Net revenue was down, but so were expenses, and that allowed some of the other metrics to be recorded in black ink. CEO David Field said that radio as a whole was thriving in a “thriving audio landscape.”
Entercom released the following key stats:
* Net revenues for the quarter decreased 2% to $78.4 million
* Station expenses decreased 3% to $57.9 million
* Station operating income was flat at $20.5 million
* Adjusted EBITDA increased 1% to $15.3 million
* Adjusted net income per share was $0.02
* Free cash flow increased from $1.2 million to $3.9 million
Field commented, “Entercom’s first quarter Adjusted EBITDA grew 1% and Free Cash Flow more than doubled as effective cost management offset a 2% decline in revenues. We continue to focus on investing in our brands, our talent and our digital platforms to strengthen our value proposition to our listeners and customers and bolster our future growth. Industry fundamentals are improving as the pace of industry innovation accelerates and broadcast radio listenership continues to grow within the thriving audio landscape.”
Wells Fargo analyst Marci Ryvicker said that the revenues were in line with expectations, but the efficient cost control practices were a surprise which permitted the company to beat predictions on the bottom line.

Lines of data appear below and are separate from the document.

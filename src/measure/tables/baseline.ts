/** The `baseline` measure, and the facts of each baseline that other tables build on. */
import { SPEED_OF_LIGHT } from "../../util/constants.ts";
import { median, robustSigma, standardDeviation } from "../../util/statistics.ts";
import { fillMeasure } from "../fill-measure.ts";
import { BASELINE } from "../forms.ts";
import type { BareSurvey } from "../survey-result.ts";
import type { Measure } from "../table.ts";
import type { BaselineCounts } from "./baseline-counts.ts";
import type { Counts } from "./counts.ts";
import { parallelNumbers, parallelProducts } from "./products.ts";

export interface BaselineFacts {
  readonly counts: Counts;
  /** medians over sub-bands, channels and parallel hands; NaN unknown */
  readonly amplitude: number;
  readonly sigma: number;
  readonly coherence: number;
  readonly scatter: number;
  readonly tail: number;
  /** amplitude of the first parallel hand over the second; NaN without two */
  readonly handRatio: number;
  /** typical noise times the square root of the typical weight of a sample */
  readonly weightScatter: number;
  readonly uvMin: number;
  readonly uvMax: number;
  readonly wMax: number;
}

/** Integrations that tell whether a scatter has long tails. */
const FEWEST_FOR_TAIL = 10;
/** Integrations whose vector mean is held against their scalar mean. */
const COHERENCE_WINDOW = 8;

/** By number of the baseline. */
export function baselineFacts(survey: BareSurvey, counts: BaselineCounts): BaselineFacts[] {
  return survey.baselines.map((_, baseline) => factsOf(survey, counts, baseline));
}

function factsOf(survey: BareSurvey, counts: BaselineCounts, baseline: number): BaselineFacts {
  const { tracks, levels, dataset } = survey;
  const { subbands, channels, polarizations } = dataset.shape;
  const products = subbands * polarizations;
  const each = products * channels;
  const parallel = parallelProducts(dataset.polarizations);
  const [first, last] = [tracks.firstCell[baseline]!, tracks.firstCell[baseline + 1]!];
  const own = (values: Float32Array) => values.subarray(baseline * each, (baseline + 1) * each);
  const ofParallel = (values: Float32Array) => own(values).filter((_, i) => parallel[i % polarizations]);
  const ofHand = (hand: number) => median(own(levels.median).filter((_, i) => i % polarizations === hand));
  const hands = parallel.flatMap((isParallel, p) => (isParallel ? [p] : []));
  const sigma = median(ofParallel(levels.sigma));
  const inTime = timeFacts(survey, first, last, parallel);
  return {
    counts: counts.of(baseline),
    amplitude: median(ofParallel(levels.median)),
    sigma,
    coherence: inTime.coherence,
    scatter: inTime.scatter,
    tail: inTime.tail,
    handRatio: hands.length === 2 ? ofHand(hands[0]!) / ofHand(hands[1]!) : Number.NaN,
    weightScatter:
      sigma * Math.sqrt(counts.meanWeight(baseline, parallelNumbers(subbands, dataset.polarizations))),
    ...spacings(survey, first, last),
  };
}

/** What the series of channel averages in time says, median over its parallel-hand products. */
function timeFacts(survey: BareSurvey, first: number, last: number, parallel: readonly boolean[]) {
  const { tracks, dataset } = survey;
  const { subbands, polarizations } = dataset.shape;
  const products = subbands * polarizations;
  const coherence: number[] = [];
  const scatter: number[] = [];
  const tail: number[] = [];
  for (let k = 0; k < products; k++) {
    if (!parallel[k % polarizations]) continue;
    const amplitudes: number[] = [];
    for (let cell = first; cell < last; cell++) {
      const i = cell * products + k;
      if (tracks.usable[i] === 0) continue;
      amplitudes.push(tracks.amplitude[i]!);
    }
    const sigma = robustSigma(amplitudes);
    scatter.push(sigma / median(amplitudes));
    // A sample of two has no scatter to speak of, and three no tail.
    tail.push(amplitudes.length < FEWEST_FOR_TAIL ? Number.NaN : standardDeviation(amplitudes) / sigma);
    coherence.push(coherenceOf(survey, first, last, k, products));
  }
  return { coherence: median(coherence), scatter: median(scatter), tail: median(tail) };
}

function coherenceOf(
  survey: BareSurvey,
  first: number,
  last: number,
  product: number,
  products: number,
): number {
  const { tracks } = survey;
  const windows: number[] = [];
  let [re, im, scalar, count] = [0, 0, 0, 0];
  for (let cell = first; cell < last; cell++) {
    const i = cell * products + product;
    if (count > 0 && tracks.scan[cell] !== tracks.scan[cell - 1]) [re, im, scalar, count] = [0, 0, 0, 0];
    if (tracks.usable[i] === 0) continue;
    re += tracks.real[i]!;
    im += tracks.imag[i]!;
    scalar += Math.hypot(tracks.real[i]!, tracks.imag[i]!);
    count += 1;
    if (count < COHERENCE_WINDOW) continue;
    windows.push(Math.hypot(re, im) / scalar);
    [re, im, scalar, count] = [0, 0, 0, 0];
  }
  return median(windows);
}

function spacings(survey: BareSurvey, first: number, last: number) {
  const { u, v, w } = survey.tracks;
  let [uvMin, uvMax, wMax] = [Number.NaN, Number.NaN, Number.NaN];
  for (let cell = first; cell < last; cell++) {
    const uv = Math.hypot(u[cell]!, v[cell]!) * SPEED_OF_LIGHT;
    const height = Math.abs(w[cell]!) * SPEED_OF_LIGHT;
    if (!(uv >= uvMin)) uvMin = Number.isNaN(uv) ? uvMin : uv;
    if (!(uv <= uvMax)) uvMax = Number.isNaN(uv) ? uvMax : uv;
    if (!(height <= wMax)) wMax = Number.isNaN(height) ? wMax : height;
  }
  return { uvMin, uvMax, wMax };
}

/** By antenna, the median flagged fraction of its baselines. */
function flaggedByAntenna(survey: BareSurvey, facts: readonly BaselineFacts[]): Map<number, number> {
  const fractions = new Map<number, number[]>();
  for (const [b, { antenna1, antenna2 }] of survey.baselines.entries()) {
    for (const antenna of [antenna1, antenna2]) {
      const known = fractions.get(antenna);
      const fraction = facts[b]!.counts.flaggedFraction;
      if (known === undefined) fractions.set(antenna, [fraction]);
      else known.push(fraction);
    }
  }
  return new Map([...fractions].map(([antenna, list]) => [antenna, median(list)]));
}

/** Of the channels of all setups, Hz; NaN without any. */
function highestFrequency({ dataset }: BareSurvey): number {
  let highest = Number.NaN;
  for (const { frequencies } of dataset.setups) {
    for (const frequency of frequencies) if (!(frequency <= highest)) highest = frequency;
  }
  return highest;
}

export function baselineMeasure(survey: BareSurvey, facts: readonly BaselineFacts[]): Measure {
  const ofAntenna = flaggedByAntenna(survey, facts);
  const highest = highestFrequency(survey);
  const typicalSigma = median(facts.map(({ sigma }) => sigma));
  const typicalWeightScatter = median(facts.map(({ weightScatter }) => weightScatter));
  const rows = facts.map((fact, b) => ({
    antenna1: survey.baselines[b]!.antenna1,
    antenna2: survey.baselines[b]!.antenna2,
    ...fact.counts.row,
    flagged_beyond_antennas:
      fact.counts.flaggedFraction -
      Math.max(ofAntenna.get(survey.baselines[b]!.antenna1)!, ofAntenna.get(survey.baselines[b]!.antenna2)!),
    uv_min_m: fact.uvMin,
    uv_max_m: fact.uvMax,
    w_max_m: fact.wMax,
    w_max_wavelengths: (fact.wMax * highest) / SPEED_OF_LIGHT,
    amplitude_median: fact.amplitude,
    noise_sigma: fact.sigma,
    noise_ratio: fact.sigma / typicalSigma,
    amplitude_scatter: fact.scatter,
    amplitude_tail: fact.tail,
    coherence: fact.coherence,
    weight_scatter_ratio: fact.weightScatter / typicalWeightScatter,
  }));
  return fillMeasure(BASELINE, rows);
}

However, Ryvicker said pacings are on the disappointing side, and “erring on the side of caution,” the firm is pulling back its predictions for results going forward. For example, revenue expectations have moved from $385M-$396M down to $380M-$388M and EBITDA from $105M-$110M to $100M-$105M.
Ryvicker noted that the focus on controlling expenses will not create enough room to make up for weak pacing as the company appears to be facing a challenging second quarter. Overall, the company is rated market perform.